Take every line from the records below that includes the word "same".

--- START ---

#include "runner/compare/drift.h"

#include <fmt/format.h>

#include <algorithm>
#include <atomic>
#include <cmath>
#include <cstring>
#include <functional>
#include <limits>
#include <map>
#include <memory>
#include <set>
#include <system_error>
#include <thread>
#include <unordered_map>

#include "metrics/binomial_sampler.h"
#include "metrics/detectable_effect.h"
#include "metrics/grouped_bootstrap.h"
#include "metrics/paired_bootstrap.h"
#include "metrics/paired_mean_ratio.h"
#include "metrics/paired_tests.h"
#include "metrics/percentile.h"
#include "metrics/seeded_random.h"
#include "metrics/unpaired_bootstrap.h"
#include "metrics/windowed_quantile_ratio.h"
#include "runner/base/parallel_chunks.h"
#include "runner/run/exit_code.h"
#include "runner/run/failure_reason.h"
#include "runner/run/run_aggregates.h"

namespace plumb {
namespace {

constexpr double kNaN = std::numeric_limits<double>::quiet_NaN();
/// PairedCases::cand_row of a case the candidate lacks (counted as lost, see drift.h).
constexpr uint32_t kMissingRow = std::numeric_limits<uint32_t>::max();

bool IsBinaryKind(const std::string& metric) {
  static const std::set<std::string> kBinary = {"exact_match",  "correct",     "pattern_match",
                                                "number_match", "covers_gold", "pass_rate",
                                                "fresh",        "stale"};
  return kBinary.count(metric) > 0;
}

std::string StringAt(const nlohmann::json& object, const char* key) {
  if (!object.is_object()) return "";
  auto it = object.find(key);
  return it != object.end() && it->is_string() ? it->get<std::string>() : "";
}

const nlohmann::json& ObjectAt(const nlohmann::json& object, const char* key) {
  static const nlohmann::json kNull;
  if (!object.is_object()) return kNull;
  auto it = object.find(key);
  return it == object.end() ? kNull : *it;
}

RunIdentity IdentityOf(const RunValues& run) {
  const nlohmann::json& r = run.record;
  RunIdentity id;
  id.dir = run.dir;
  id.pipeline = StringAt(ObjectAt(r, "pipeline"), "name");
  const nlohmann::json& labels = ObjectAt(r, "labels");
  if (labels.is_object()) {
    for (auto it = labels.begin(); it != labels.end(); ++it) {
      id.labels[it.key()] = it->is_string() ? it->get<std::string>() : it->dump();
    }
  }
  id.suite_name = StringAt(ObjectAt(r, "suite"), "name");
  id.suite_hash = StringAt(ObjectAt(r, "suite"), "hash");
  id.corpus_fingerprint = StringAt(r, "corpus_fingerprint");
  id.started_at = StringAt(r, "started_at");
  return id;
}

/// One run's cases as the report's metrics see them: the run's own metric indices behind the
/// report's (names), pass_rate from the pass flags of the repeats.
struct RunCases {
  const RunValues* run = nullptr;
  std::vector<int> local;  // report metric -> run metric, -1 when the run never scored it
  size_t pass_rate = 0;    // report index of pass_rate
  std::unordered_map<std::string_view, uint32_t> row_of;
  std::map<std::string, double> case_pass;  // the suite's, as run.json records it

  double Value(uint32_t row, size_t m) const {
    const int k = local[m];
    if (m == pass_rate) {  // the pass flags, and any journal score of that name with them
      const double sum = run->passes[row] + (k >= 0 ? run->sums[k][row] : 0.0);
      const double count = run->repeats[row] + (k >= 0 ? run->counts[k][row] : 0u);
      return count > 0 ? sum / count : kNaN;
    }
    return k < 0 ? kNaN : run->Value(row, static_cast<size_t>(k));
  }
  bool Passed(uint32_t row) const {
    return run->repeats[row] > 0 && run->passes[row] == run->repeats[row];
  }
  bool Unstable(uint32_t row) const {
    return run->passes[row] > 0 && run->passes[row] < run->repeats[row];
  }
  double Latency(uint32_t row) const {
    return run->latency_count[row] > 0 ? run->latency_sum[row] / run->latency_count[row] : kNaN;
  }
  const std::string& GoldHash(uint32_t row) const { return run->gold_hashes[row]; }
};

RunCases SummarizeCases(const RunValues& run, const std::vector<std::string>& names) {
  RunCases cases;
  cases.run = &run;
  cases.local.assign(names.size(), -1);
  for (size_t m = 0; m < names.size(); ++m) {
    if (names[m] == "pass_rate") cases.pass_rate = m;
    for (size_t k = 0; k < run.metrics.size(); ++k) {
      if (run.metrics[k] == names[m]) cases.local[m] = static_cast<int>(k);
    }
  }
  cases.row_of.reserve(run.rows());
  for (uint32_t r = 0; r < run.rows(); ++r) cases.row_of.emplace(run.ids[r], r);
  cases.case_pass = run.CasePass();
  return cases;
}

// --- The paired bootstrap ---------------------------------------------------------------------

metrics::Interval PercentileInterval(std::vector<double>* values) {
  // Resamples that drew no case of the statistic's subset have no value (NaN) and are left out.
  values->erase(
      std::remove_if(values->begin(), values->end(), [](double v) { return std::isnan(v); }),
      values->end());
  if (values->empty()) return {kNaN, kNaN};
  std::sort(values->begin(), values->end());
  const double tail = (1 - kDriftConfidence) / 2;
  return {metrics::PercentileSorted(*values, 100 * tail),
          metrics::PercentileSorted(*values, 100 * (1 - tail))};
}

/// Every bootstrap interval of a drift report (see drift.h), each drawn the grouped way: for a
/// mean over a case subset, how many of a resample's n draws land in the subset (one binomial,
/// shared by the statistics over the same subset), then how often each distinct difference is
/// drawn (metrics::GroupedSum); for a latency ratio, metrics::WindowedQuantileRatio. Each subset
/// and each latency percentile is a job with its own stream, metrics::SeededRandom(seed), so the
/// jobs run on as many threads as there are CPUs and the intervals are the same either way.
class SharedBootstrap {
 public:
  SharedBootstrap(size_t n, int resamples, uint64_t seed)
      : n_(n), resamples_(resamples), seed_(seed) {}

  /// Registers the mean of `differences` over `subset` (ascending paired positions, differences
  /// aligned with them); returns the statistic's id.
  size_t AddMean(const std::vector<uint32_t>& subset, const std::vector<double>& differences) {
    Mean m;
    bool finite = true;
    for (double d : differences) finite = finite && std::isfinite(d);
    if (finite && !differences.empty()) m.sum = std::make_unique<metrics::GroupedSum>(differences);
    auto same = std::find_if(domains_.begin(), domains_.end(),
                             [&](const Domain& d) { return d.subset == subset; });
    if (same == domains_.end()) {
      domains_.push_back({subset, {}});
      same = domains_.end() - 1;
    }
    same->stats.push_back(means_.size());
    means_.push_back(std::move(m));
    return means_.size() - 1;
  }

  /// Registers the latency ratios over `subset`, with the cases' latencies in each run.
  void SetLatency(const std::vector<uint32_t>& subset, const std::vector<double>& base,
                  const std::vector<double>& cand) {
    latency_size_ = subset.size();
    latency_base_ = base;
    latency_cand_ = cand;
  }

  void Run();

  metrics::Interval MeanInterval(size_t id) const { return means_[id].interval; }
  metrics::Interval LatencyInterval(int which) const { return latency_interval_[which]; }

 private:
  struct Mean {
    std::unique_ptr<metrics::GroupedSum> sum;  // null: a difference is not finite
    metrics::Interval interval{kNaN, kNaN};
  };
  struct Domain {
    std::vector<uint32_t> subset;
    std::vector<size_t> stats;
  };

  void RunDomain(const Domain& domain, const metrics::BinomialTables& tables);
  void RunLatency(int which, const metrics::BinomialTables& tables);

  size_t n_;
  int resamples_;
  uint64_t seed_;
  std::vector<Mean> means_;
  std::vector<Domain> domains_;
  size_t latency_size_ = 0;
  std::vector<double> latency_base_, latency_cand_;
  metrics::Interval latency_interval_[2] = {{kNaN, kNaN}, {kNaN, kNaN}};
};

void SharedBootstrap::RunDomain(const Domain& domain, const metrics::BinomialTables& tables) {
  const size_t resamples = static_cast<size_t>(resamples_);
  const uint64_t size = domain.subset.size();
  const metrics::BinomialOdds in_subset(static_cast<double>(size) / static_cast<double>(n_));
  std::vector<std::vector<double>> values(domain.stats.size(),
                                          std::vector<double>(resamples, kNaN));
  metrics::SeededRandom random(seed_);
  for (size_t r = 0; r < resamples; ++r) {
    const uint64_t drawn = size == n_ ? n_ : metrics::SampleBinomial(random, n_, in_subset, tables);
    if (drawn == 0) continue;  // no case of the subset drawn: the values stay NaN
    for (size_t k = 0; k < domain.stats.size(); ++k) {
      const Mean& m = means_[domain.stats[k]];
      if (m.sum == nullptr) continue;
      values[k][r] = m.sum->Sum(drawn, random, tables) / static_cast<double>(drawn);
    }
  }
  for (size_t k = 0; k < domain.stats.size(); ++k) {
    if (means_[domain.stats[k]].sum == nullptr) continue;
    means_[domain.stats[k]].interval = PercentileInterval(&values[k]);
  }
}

--- END ---
--- START ---

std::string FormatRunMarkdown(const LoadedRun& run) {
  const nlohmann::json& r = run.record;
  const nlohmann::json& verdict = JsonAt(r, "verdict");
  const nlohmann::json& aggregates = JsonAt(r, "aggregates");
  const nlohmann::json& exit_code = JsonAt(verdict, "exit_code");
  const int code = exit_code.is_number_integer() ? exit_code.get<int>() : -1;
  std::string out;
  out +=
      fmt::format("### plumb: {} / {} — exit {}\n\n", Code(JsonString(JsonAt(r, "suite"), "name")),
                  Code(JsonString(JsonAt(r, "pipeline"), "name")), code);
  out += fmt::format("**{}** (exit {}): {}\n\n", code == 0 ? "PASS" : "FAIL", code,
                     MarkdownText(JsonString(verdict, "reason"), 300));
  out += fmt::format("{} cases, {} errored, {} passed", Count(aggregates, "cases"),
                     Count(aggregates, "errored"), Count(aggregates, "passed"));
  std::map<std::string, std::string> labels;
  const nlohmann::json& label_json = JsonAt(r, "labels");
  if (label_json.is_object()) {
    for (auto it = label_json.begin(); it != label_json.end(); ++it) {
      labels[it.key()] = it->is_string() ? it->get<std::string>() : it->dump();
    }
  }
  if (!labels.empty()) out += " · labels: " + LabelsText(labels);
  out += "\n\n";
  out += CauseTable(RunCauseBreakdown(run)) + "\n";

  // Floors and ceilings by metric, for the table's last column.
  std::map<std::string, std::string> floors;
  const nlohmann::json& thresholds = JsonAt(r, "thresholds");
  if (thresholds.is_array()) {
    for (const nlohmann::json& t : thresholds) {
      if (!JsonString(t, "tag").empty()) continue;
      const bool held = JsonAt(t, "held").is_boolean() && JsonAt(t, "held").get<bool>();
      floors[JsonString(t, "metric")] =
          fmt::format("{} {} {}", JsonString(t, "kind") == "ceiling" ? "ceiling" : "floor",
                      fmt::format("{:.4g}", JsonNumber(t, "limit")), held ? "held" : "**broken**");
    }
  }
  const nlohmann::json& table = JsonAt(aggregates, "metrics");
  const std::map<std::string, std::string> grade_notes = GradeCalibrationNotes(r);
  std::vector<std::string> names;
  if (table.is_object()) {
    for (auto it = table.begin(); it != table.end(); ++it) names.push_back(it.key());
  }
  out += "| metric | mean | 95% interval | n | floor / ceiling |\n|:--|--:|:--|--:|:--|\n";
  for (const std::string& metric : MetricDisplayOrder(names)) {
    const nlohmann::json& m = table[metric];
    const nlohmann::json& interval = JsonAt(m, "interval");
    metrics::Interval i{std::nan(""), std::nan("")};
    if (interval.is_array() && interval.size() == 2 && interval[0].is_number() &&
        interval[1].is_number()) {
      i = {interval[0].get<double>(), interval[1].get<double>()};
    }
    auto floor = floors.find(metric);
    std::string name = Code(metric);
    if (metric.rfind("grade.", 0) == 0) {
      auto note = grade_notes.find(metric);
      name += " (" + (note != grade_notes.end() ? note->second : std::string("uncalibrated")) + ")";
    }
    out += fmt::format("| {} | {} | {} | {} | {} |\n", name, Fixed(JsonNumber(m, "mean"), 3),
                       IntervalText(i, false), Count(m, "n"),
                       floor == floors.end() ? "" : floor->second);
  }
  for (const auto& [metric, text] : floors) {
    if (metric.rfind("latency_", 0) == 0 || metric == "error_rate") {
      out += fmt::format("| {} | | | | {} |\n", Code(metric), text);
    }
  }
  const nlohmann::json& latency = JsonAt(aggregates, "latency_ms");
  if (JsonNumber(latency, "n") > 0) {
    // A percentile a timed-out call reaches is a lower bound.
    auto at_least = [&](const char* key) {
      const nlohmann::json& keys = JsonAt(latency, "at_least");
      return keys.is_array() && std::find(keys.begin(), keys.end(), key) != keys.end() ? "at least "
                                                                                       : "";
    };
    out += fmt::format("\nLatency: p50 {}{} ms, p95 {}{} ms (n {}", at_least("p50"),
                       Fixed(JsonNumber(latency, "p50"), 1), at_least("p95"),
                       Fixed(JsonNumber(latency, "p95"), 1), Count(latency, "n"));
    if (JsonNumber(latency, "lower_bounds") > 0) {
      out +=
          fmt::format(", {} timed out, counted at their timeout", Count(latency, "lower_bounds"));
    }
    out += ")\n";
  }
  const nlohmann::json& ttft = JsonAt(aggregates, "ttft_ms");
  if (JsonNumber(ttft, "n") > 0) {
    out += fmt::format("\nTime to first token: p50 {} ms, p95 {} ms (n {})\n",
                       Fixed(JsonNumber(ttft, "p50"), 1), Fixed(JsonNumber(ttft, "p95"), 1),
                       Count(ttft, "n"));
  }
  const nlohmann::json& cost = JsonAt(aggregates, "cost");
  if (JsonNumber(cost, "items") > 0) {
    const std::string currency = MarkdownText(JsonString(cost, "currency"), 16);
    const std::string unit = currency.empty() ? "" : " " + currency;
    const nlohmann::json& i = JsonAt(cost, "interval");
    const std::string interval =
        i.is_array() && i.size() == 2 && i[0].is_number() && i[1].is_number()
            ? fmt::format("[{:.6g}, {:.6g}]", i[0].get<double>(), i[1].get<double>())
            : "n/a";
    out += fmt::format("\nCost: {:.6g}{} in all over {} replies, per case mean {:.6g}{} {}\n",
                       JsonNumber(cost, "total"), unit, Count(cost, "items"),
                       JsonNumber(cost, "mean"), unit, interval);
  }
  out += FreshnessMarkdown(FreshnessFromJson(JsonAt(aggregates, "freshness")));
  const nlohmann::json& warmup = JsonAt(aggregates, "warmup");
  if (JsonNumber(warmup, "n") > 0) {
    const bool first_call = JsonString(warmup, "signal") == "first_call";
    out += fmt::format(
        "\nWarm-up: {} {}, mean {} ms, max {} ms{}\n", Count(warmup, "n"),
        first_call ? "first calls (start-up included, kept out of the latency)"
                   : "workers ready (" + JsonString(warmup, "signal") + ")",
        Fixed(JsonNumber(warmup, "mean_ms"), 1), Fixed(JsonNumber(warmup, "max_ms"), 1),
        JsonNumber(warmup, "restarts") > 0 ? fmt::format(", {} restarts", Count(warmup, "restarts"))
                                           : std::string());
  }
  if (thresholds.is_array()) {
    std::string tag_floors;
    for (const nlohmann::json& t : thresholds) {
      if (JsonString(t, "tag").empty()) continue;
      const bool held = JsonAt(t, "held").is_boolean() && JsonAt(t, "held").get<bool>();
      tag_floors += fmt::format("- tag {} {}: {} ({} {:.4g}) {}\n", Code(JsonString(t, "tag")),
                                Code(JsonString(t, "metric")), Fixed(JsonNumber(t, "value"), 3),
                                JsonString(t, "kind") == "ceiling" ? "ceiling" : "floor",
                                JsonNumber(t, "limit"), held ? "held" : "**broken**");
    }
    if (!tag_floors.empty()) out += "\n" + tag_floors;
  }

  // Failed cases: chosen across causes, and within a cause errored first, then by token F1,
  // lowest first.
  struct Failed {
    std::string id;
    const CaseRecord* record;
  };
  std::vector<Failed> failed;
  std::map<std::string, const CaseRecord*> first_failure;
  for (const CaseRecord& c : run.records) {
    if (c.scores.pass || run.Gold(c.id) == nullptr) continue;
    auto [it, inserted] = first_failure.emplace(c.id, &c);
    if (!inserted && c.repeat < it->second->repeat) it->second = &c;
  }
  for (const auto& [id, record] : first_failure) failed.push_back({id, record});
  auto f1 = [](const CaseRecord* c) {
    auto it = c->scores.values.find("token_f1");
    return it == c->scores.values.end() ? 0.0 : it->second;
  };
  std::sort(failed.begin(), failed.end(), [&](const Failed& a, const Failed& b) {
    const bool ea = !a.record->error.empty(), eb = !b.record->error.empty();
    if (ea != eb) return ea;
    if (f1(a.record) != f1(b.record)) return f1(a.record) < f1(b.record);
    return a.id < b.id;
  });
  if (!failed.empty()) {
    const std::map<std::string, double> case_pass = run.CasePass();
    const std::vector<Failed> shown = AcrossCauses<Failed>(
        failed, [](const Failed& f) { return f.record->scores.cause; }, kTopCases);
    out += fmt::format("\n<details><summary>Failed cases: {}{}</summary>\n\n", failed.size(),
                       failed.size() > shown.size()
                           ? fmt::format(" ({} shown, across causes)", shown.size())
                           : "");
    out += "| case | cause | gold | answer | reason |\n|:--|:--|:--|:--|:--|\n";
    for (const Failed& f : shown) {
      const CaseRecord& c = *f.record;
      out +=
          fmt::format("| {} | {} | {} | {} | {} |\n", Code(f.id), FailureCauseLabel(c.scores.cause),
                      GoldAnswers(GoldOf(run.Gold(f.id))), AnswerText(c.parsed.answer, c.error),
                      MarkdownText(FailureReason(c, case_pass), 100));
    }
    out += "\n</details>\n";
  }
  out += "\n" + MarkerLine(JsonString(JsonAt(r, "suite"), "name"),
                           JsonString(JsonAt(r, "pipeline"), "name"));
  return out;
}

--- END ---

*Problem solution*
/// shared by the statistics over the same subset), then how often each distinct difference is
/// jobs run on as many threads as there are CPUs and the intervals are the same either way.
    auto same = std::find_if(domains_.begin(), domains_.end(),
    if (same == domains_.end()) {
      same = domains_.end() - 1;
    same->stats.push_back(means_.size());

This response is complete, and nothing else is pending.